PROBLEM DETAILS.
Pick out the lines below that contain the string "takes" and copy them all.

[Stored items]
-=-=-

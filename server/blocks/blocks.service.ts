/** A block's life between pledge and return: sewn, handed in, received, trimmed. */
import type { Transaction } from 'sequelize';
import type { HandInInput } from '@shared/schemas/blocks';
import type { BlockState, BlocksQuery, SwapState } from '@shared/schemas/swaps';
import type { BlockDto } from '@shared/swap-types';
import { Block, Swap } from '../db/models';
import { ConflictError, ForbiddenError, NotFoundError } from '../http/errors';
import type { AppDeps } from '../deps';
import { blockDto, blockDtos, type BlockViewer } from './block-dto';
import { idempotent, type Answer } from './idempotency';
import { findBlockWithSwap } from './blocks.queries';
import { recordStep, snapshotOf } from './step-log';

type Deps = Pick<AppDeps, 'events' | 'sequelize'>;

const ORDER: readonly BlockState[] = ['pledged', 'sewn', 'handed_in', 'received', 'measured', 'returned'];
const before = (a: BlockState, b: BlockState) => ORDER.indexOf(a) < ORDER.indexOf(b);

/**
 * The block, locked for a change of its state, and its swap, in one query. NO KEY UPDATE, the lock an UPDATE takes
 * anyway, still serialises changes to the block but lets rows that merely reference it (a measurement,
 * an activity line, a photo) be inserted meanwhile.
 */
export async function lockedBlock(blockId: number, transaction: Transaction): Promise<{ block: Block; swap: Swap }> {
  const found = await findBlockWithSwap(blockId, { transaction, lockForChange: true });
  if (!found) throw new NotFoundError('That block does not exist.');
  return found;
}

export function assertSwapIn(swap: Swap, states: readonly SwapState[], doing: string) {
  if (states.includes(swap.state)) return;
  throw new ConflictError(
    `Blocks can be ${doing} only while the swap is ${states.join(' or ')}; it is ${swap.state} now.`,
    'swap_state',
  );
}

function changed(deps: Deps, swap: Swap, block: Block, actorId: number, from: BlockState) {
  return () =>
    deps.events.emit('block.changed', {
      swapId: swap.id,
      guildId: swap.guildId,
      actorId,
      blockId: block.id,
      makerId: block.makerId,
      from,
      to: block.state,
    });
}

/**
 * Marks a pledged block sewn (the maker says so, or a photo of it was posted). Already sewn or
 * further along: nothing changes. Exported for the photo upload, which calls it inside its own
 * transaction and emits the returned event after commit.
 */
export async function markBlockSewn(
  deps: Deps,
  blockId: number,
  actorId: number,
  transaction: Transaction,
): Promise<{ block: Block; swap: Swap; after?: () => void }> {
  const { block, swap } = await lockedBlock(blockId, transaction);
  assertSwapIn(swap, ['signup', 'sewing', 'collecting'], 'marked sewn');
  if (block.state !== 'pledged') return { block, swap };
  const was = snapshotOf(block);
  await block.update({ state: 'sewn', sewnAt: new Date() }, { transaction });
  await recordStep(transaction, { blockId, action: 'sewn', byId: actorId, before: was });
  return { block, swap, after: changed(deps, swap, block, actorId, 'pledged') };
}

export async function markSewn(deps: Deps, blockId: number, actorId: number): Promise<BlockDto> {
  const { dto, after } = await deps.sequelize.transaction(async (transaction) => {
    const { block, swap, after: emit } = await markBlockSewn(deps, blockId, actorId, transaction);
    return { dto: await blockDto(block, swap, transaction), after: emit };
  });
  after?.();
  return dto;
}

/** The maker hands a block in, at a meeting or by post (with an optional tracking note). */
export async function handIn(deps: Deps, blockId: number, actorId: number, input: HandInInput): Promise<BlockDto> {
  const { dto, after } = await deps.sequelize.transaction(async (transaction) => {
    const { block, swap } = await lockedBlock(blockId, transaction);
    assertSwapIn(swap, ['signup', 'sewing', 'collecting'], 'handed in');
    if (!before(block.state, 'received')) {
      throw new ConflictError(
        'The coordinator has already received this block, so its hand-in cannot change.',
        'already_received',
      );
    }
    const from = block.state;
    const now = new Date();
    const was = snapshotOf(block);
    await block.update(
      {
        state: 'handed_in',
        handInHow: input.how,
        handInNote: input.note || null,
        handedInAt: block.handedInAt ?? now,
        sewnAt: block.sewnAt ?? now,
      },
      { transaction },
    );
    await recordStep(transaction, { blockId, action: 'handed_in', byId: actorId, before: was });
    return {
      dto: await blockDto(block, swap, transaction),
      after: from !== 'handed_in' ? changed(deps, swap, block, actorId, from) : undefined,
    };
  });
  after?.();
  return dto;
}

/** A coordinator takes a block in. Repeating it changes nothing; a measured block cannot be received again. */
export function receive(deps: Deps, blockId: number, actorId: number, clientId?: string): Promise<Answer<BlockDto>> {
  return idempotent(deps, { clientId, userId: actorId, blockId, action: 'received' }, async (transaction) => {
    const { block, swap } = await lockedBlock(blockId, transaction);
    assertSwapIn(swap, ['sewing', 'collecting'], 'received');
    if (block.state === 'received') return { status: 200, body: await blockDto(block, swap, transaction) };
    if (!before(block.state, 'received')) {
      throw new ConflictError(`This block is already ${block.state}; there is nothing to receive.`, 'already_received');
    }
    const from = block.state;
    const now = new Date();
    const was = snapshotOf(block);
    await block.update(
      { state: 'received', receivedAt: now, receivedById: actorId, sewnAt: block.sewnAt ?? now },
      { transaction },
    );
    await recordStep(transaction, { blockId, action: 'received', byId: actorId, before: was });
    return { status: 200, body: await blockDto(block, swap, transaction), after: changed(deps, swap, block, actorId, from) };
  });
}

/** A coordinator records that a `trim` block was cut down to size; it then counts as accepted. */
export async function markTrimmed(deps: Deps, blockId: number, actorId: number): Promise<BlockDto> {
  const { dto, after } = await deps.sequelize.transaction(async (transaction) => {
    const { block, swap } = await lockedBlock(blockId, transaction);
    assertSwapIn(swap, ['collecting', 'sorting'], 'marked trimmed');
    if (swap.distributionConfirmedAt)
      throw new ConflictError('The return of blocks is already confirmed.', 'distribution_confirmed');
    if (block.state !== 'measured' || block.verdict !== 'trim') {
      throw new ConflictError('Only a measured block with the verdict “Trim to size” can be marked trimmed.', 'not_trim');
    }
    if (block.trimmed) return { dto: await blockDto(block, swap, transaction), after: undefined };
    const was = snapshotOf(block);
    await block.update({ trimmed: true, trimmedAt: new Date() }, { transaction });
    await recordStep(transaction, { blockId, action: 'trimmed', byId: actorId, before: was });
    return { dto: await blockDto(block, swap, transaction), after: changed(deps, swap, block, actorId, 'measured') };
  });
  after?.();
  return dto;
}

export async function getBlock(block: Block, viewer: BlockViewer): Promise<BlockDto> {
  // The policy loads the swap with the block; anyone else passes the block alone.
  const swap = block.swap ?? (await Swap.findByPk(block.swapId));
  return blockDto(block, swap!, undefined, viewer);
}

/**
 * Blocks of a swap. `maker=me` (or the caller's own id) and `recipient=me` (blocks coming to the
 * caller) are open to every member; anyone else's blocks, or all of them, only to officers.
 */
export async function listBlocks(
  swap: Swap,
  viewer: { userId: number; canManage: boolean },
  query: BlocksQuery,
): Promise<BlockDto[]> {
  const makerId = query.maker === 'me' ? viewer.userId : query.maker;
  const mine = makerId === viewer.userId || (query.recipient === 'me' && makerId === undefined);
  if (!viewer.canManage && !mine) throw new ForbiddenError('Members see their own blocks: ask for maker=me or recipient=me.');
  const blocks = await Block.findAll({
    where: {
      swapId: swap.id,
      ...(makerId ? { makerId } : {}),
      ...(query.recipient === 'me' ? { recipientId: viewer.userId, state: 'returned' } : {}),
    },
    order: [
      ['makerId', 'ASC'],
      ['sequence', 'ASC'],
    ],
  });
  return blockDtos(blocks, swap, undefined, viewer);
}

-=-=-

ANSWER.
 * The block, locked for a change of its state, and its swap, in one query. NO KEY UPDATE, the lock an UPDATE takes
/** A coordinator takes a block in. Repeating it changes nothing; a measured block cannot be received again. */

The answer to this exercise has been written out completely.